There is a narrow preoccupation with certain themes, and a rigid view of certain challenges and opportunities. Brexit is all bad and always bad to the followers of politically correct fashion. They simply take every lie, half truth and threat from the EU side in the negotiations and retail it as truth.Many editors and interviewers bat for the EU in composition and questions of the interviews.

They alternate their anger over Brexit with their dominant wish that every sacrifice be made by the UK to purge the last drop of oil, the last molecule of gas and the last lump of coal from our lives and economy, as if the UK alone was responsible for their view of impending climate disaster and as if it will save the planet if the UK does abandon all carbon. There is no proportion in their understanding, and no room for anyone to ask critical questions or offer an alternative way forward. Gone is the usual worry about lost jobs or economic penalties as they chase a perfectly carbon free economy before the technologies to deliver it resonate with the public or are even available to buy.

Like most of us, they object strongly to slavery, yet their main anger is to slavery past by UK traders, with no mention of the people who traded slaves with them.
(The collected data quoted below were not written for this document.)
int planner_warm_tree_potential(
    int64_t n, const int64_t *tail, const int64_t *head, const int64_t *cost,
    const int64_t *first_out, const int64_t *inc, const int8_t *kind, const int64_t *order, int64_t *pi,
    int64_t *parent, int64_t *visit)
{
    int64_t n_visited = 0;
    network g = {n, tail, head, cost, NULL, NULL, first_out, inc, NULL, pi, NULL};
    int64_t n_arcs = first_out[n] / 2, status = 0;
    char *seen = calloc((size_t)n + 1, 1);
    int64_t *level = malloc(((size_t)n + 1) * sizeof(int64_t));
    int64_t *next_node = malloc(((size_t)2 * n_arcs + 1) * sizeof(int64_t));
    int64_t *next_code = malloc(((size_t)2 * n_arcs + 1) * sizeof(int64_t));
    if (!seen || !level || !next_node || !next_code) { status = ROUTE_NO_MEMORY; goto done; }
    for (int64_t r = 0; r < n; r++) {
        int64_t root = order[r], n_level = 1;
        if (seen[root]) continue;
        seen[root] = 1;
        parent[root] = -1;
        level[0] = root;
        for (;;) {
            int64_t n_next = 0;
            n_level = grow(&g, kind, seen, pi, parent, level, n_level, next_node, next_code, &n_next);
            if (n_level < 0) { status = n_level; goto done; }
            for (int64_t i = 0; i < n_level; i++) visit[n_visited++] = level[i];
            n_level = 0;
            for (int64_t i = 0; i < n_next; i++) {
                if (seen[next_node[i]]) continue;
                seen[next_node[i]] = 1;
                parent[next_node[i]] = next_code[i];
                if (settle_child(&g, next_code[i], pi)) { status = ROUTE_OVERFLOW; goto done; }
                level[n_level++] = next_node[i];
            }
            if (n_level == 0) break;
        }
    }
done:
    free(seen); free(level); free(next_node); free(next_code);
    return (int)status;
}

/*
 * Primal repair along the forest: deepest nodes first, each node passes its
 * excess (or deficit) to its parent over its tree arc, as far as the arc's
 * bounds allow; what does not fit stays at the node. Tree arcs are tight, so
 * the flow keeps the reduced-cost optimality conditions. An edit's excess and
 * deficit meet where their tree paths join, and most of them cancel there.
 */
void planner_warm_tree_push(
    int64_t n, const int64_t *tail, const int64_t *head, const int64_t *lower, const int64_t *upper,
    const int64_t *parent, const int64_t *visit, int64_t *flow, int64_t *excess)
{
    for (int64_t i = n - 1; i >= 0; i--) {
        int64_t v = visit[i], code = parent[v], e = excess[v];
        if (code < 0 || e == 0) continue;
        int64_t a = code >> 1, up = (code & 1) ? head[a] : tail[a];
        /* Raising the flow of a tree arc v -> up (code & 1) sends from v; lowering one up -> v does too. */
        int64_t room = (e > 0) == ((code & 1) != 0) ? upper[a] - flow[a] : flow[a] - lower[a];
        int64_t moved = e > 0 ? (e < room ? e : room) : (-e < room ? -e : room);
        if (moved <= 0) continue;
        int64_t sign = e > 0 ? 1 : -1;
        flow[a] += ((code & 1) ? sign : -sign) * moved;
        excess[v] -= sign * moved;
        excess[up] += sign * moved;
    }
}

/*
 * A path s -> t of tight residual arcs (reduced cost 0), found depth first
 * after a search has made its shortest path tight: every such path costs what
 * that one did, so it may take more of the lane's units without another
 * search. seen[v] == phase marks nodes on the current path and dead ends of
 * this phase (a dead end may hide a path that a later search then finds: the
 * answer stays exact, only slower). On success pred[] holds the path's
 * incidences; returns 1, 0 (no tight path) or ROUTE_OVERFLOW.
 */
typedef struct {
    int64_t *seen, *cur, *stack, *pred;
    int64_t phase;
} depth_first;

static int tight_path(const network *g, depth_first *d, int64_t s, int64_t t) {
    int64_t top = 0;
    d->seen[s] = d->phase;
    d->cur[s] = g->first_out[s];
    d->stack[top++] = s;
    while (top > 0) {
        int64_t u = d->stack[top - 1];
        if (u == t) {
            for (int64_t i = 0; i < top; i++) d->seen[d->stack[i]] = 0;  /* path nodes may carry the next path */
            return 1;
        }
        int64_t next = -1;
        for (; d->cur[u] < g->first_out[u + 1]; d->cur[u]++) {
            int64_t code = g->inc[d->cur[u]], cap, v, r;
            if (step(g, code, &cap, &v, &r)) return ROUTE_OVERFLOW;
            if (cap <= 0 || r != 0 || d->seen[v] == d->phase) continue;
            d->seen[v] = d->phase;
            d->cur[v] = g->first_out[v];
            d->pred[v] = code;
            next = v;
            break;
        }
        if (next >= 0) {
            d->stack[top++] = next;
        } else {
            top--;  /* u is a dead end for this phase */
            if (top > 0) d->cur[d->stack[top - 1]]++;
        }
    }
    return 0;
}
They show scant parallel interest with the ugly slaveries of today that we might do something about. They rummage through UK history to highlight events and attitudes that we no longer support, ignoring the noble causes and the successes. They decline to mention the common adoption of the unacceptable by other countries and governments at the same time. England is always in the wrong, and never the victim in their world of devils and angels. There is a complete lack of pride in the UK’s role in bringing democracy to the world, in the successful campaigns fought against religious intolerance and slavery, and the battles for equality under the law and votes for all.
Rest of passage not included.